Work to be completed »
Check each line of the data for "piscina", then give the number of lines that have it, without any other words.

Data for this exercise »
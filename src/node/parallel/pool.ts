/**
 * Data-parallel training on worker threads (piscina). Each mini-batch is split into one slice of
 * patterns per worker, and every worker computes on the parameters where they are (shared memory: plain
 * SharedArrayBuffers with the TypeScript kernels, one shared WebAssembly memory with the WebAssembly
 * kernels), so nothing is copied per batch but the inputs and targets. Each worker runs one job loop for
 * the life of the {@link ParallelRule}; a batch is signalled through shared memory (no message, no
 * structured clone), and the main thread awaits it with `Atomics.waitAsync`.
 *
 * Row split (rules with a contrast plan: EqProp one-sided and symmetric, CHL, GeneRec): each worker
 * settles its slice, publishes the phase activities, waits for the other slices (a barrier inside the
 * job), then adds the change of its own block of rows of every weight matrix, and of its block of biases,
 * into the shared parameters. Every parameter is written by one worker, with the sum over the whole batch
 * in a fixed order: the same seed and worker count give the same bits.
 *
 * Slice split (every other rule, and connections with sign or bound constraints): each worker writes its
 * slice's change into its own shared arrays; the main thread adds the slices in slice order and applies
 * the change under the constraints.
 * @module
 */
import { fileURLToPath } from "node:url";
import { existsSync } from "node:fs";
import { MessageChannel, receiveMessageOnPort, type MessagePort } from "node:worker_threads";
import { Piscina } from "piscina";
import { EbbflowError, fail, requireFinite } from "../../errors/index.js";
import { buildNetwork, parameterBuffers, parameterSlots, slotArray, type Network } from "../../network/network.js";
import type { NetworkSpec } from "../../network/spec.js";
import { applyDelta, batchSizeOf, builtinRegistry, checkedLayerValues, contrastRows, ParameterDelta, type AnyRuleConfig, type ContrastPlan, type ContrastScratch, type PhaseArrays, type Registry, type RuleConfigInput } from "../../rules/index.js";
import { flatBatch, type BatchInput } from "../../interop/ndarray.js";
import type { Dtype, FloatArray } from "../../types/index.js";
import { checkAllocation, type KernelBackend } from "../../kernels/backend.js";
import { typescriptBackend } from "../../kernels/typescript-backend.js";
import { loadWasmKernelsSync } from "../../kernels/wasm/loader.js";
import type { WasmSharedMemory } from "../../kernels/wasm/wasm-backend.js";
import {
  ABORTED,
  ARRIVED,
  DONE,
  FAILED,
  FINISHED,
  JOB,
  LAYOUT,
  MODE,
  MODE_ROWS_DELTA,
  MODE_ROWS_PARAMETERS,
  MODE_SLICES,
  READY,
  REFUSED,
  SLICES,
  STATUS,
  STOP,
  abortBatch,
  controlBytes,
  controlViews,
  whenEqual,
} from "./sync.js";
import { rowPlan } from "./contrast.js";
import type { BatchLayout, FailureMessage, LayoutMessage, LoopTask, SessionSetup, SharedArray } from "./protocol.js";

/** The TypeScript kernels allocating in SharedArrayBuffers, so the workers see every array of the network. */
const sharedTypescript: KernelBackend = {
  ...typescriptBackend,
  allocate(dtype: Dtype, n: number): FloatArray {
    checkAllocation(dtype, n);
    const buf = new SharedArrayBuffer((dtype === "float32" ? 4 : 8) * n);
    return dtype === "float32" ? new Float32Array(buf) : new Float64Array(buf);
  },
};

/** The compiled worker script; tests running from `src/` use the build in `dist/`. */
function workerFile(): string {
  const here = fileURLToPath(new URL("./worker.js", import.meta.url));
  if (existsSync(here)) return here;
  const built = here.replace(/([\\/])src([\\/]node[\\/]parallel[\\/]worker\.js)$/, "$1dist$2");
  if (!existsSync(built)) fail("unsupported", "workers", "the compiled worker (run `npm run build`)", built);
  return built;
}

Reply »
2